====== Material provided
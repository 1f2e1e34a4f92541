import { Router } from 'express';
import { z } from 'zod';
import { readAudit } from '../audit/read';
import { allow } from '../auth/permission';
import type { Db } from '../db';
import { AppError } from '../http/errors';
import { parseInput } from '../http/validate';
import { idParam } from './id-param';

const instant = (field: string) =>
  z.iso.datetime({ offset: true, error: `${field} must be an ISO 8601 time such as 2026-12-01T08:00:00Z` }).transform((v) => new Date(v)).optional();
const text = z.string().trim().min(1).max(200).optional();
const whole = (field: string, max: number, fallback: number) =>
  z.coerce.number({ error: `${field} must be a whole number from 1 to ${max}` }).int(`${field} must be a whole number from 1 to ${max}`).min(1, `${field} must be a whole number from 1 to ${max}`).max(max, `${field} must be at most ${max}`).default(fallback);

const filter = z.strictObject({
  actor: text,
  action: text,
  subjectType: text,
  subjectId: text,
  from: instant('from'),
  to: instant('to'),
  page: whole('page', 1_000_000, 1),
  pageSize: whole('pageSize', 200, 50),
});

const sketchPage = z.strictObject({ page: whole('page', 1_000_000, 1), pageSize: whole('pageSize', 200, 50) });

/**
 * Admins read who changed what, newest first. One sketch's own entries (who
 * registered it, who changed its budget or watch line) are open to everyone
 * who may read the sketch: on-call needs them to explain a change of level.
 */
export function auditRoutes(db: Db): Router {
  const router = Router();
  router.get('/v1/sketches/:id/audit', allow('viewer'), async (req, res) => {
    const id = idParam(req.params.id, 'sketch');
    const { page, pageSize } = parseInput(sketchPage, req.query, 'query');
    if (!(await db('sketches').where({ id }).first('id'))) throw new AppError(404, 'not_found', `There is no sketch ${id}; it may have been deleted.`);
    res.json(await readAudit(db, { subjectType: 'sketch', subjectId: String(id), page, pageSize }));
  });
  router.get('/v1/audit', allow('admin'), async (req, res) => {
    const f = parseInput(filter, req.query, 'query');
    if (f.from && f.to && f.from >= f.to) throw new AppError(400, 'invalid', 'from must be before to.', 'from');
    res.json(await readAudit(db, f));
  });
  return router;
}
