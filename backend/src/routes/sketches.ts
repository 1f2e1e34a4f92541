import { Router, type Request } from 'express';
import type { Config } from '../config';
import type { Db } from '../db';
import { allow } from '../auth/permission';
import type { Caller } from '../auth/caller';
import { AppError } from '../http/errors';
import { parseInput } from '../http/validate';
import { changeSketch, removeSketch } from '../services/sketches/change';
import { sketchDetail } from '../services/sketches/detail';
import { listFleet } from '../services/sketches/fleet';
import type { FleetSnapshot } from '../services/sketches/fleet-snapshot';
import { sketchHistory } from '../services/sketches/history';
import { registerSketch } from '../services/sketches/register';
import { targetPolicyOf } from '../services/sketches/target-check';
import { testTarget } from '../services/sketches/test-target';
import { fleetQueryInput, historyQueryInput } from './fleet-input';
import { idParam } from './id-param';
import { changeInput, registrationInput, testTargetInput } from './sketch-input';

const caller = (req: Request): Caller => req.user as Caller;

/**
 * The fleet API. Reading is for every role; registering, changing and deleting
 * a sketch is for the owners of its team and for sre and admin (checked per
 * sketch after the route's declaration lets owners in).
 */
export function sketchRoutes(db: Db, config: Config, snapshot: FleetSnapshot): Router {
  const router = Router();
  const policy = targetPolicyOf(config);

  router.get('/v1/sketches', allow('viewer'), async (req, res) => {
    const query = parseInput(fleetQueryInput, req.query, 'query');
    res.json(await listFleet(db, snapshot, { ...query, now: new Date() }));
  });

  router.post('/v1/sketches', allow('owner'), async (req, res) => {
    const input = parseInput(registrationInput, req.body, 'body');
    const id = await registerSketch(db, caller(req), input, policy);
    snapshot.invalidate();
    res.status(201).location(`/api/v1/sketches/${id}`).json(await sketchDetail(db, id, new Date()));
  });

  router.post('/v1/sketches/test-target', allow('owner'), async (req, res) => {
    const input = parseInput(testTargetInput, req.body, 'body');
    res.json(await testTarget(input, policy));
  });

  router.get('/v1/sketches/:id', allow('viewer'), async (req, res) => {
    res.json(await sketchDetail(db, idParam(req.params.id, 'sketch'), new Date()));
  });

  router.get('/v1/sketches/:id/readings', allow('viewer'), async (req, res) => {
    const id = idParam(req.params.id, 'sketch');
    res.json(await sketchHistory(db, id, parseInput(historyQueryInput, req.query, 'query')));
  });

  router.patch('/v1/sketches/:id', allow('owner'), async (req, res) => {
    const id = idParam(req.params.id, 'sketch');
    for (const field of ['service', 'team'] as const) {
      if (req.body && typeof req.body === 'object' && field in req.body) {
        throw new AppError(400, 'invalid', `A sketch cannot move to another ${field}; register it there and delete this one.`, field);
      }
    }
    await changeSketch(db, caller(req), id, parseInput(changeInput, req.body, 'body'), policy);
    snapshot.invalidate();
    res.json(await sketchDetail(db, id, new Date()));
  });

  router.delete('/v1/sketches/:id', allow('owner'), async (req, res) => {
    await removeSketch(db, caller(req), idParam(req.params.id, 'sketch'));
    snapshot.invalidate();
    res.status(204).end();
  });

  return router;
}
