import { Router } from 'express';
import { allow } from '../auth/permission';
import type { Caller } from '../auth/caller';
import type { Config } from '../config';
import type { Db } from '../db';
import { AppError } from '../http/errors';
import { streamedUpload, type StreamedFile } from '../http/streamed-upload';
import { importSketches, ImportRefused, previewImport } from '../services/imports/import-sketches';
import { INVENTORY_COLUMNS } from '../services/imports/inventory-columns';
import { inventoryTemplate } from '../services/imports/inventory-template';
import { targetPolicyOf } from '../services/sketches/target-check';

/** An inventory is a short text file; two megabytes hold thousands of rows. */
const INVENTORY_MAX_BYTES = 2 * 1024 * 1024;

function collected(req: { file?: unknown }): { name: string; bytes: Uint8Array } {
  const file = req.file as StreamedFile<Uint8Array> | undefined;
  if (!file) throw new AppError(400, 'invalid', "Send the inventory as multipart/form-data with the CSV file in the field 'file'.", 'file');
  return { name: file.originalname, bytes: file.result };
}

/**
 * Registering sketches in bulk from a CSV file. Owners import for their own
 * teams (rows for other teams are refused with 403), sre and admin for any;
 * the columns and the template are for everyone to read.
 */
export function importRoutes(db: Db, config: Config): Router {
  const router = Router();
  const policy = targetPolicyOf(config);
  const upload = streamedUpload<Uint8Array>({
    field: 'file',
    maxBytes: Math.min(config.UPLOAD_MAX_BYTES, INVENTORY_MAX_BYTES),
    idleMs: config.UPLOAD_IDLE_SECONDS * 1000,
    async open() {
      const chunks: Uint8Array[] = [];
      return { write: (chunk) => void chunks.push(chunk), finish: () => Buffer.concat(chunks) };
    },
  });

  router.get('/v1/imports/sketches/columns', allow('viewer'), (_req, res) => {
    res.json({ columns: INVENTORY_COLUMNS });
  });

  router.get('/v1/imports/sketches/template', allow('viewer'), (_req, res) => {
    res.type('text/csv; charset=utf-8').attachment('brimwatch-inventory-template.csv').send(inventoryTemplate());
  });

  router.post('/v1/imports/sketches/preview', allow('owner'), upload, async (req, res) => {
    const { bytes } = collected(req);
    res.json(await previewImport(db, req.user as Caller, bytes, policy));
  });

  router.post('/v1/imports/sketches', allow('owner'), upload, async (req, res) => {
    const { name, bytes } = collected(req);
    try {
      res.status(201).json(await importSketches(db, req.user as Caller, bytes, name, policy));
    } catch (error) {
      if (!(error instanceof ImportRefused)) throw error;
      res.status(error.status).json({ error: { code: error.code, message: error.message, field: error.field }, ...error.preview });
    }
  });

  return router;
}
============
Give the count of lines in the records above that hold the string "strictObject", and only that count.

2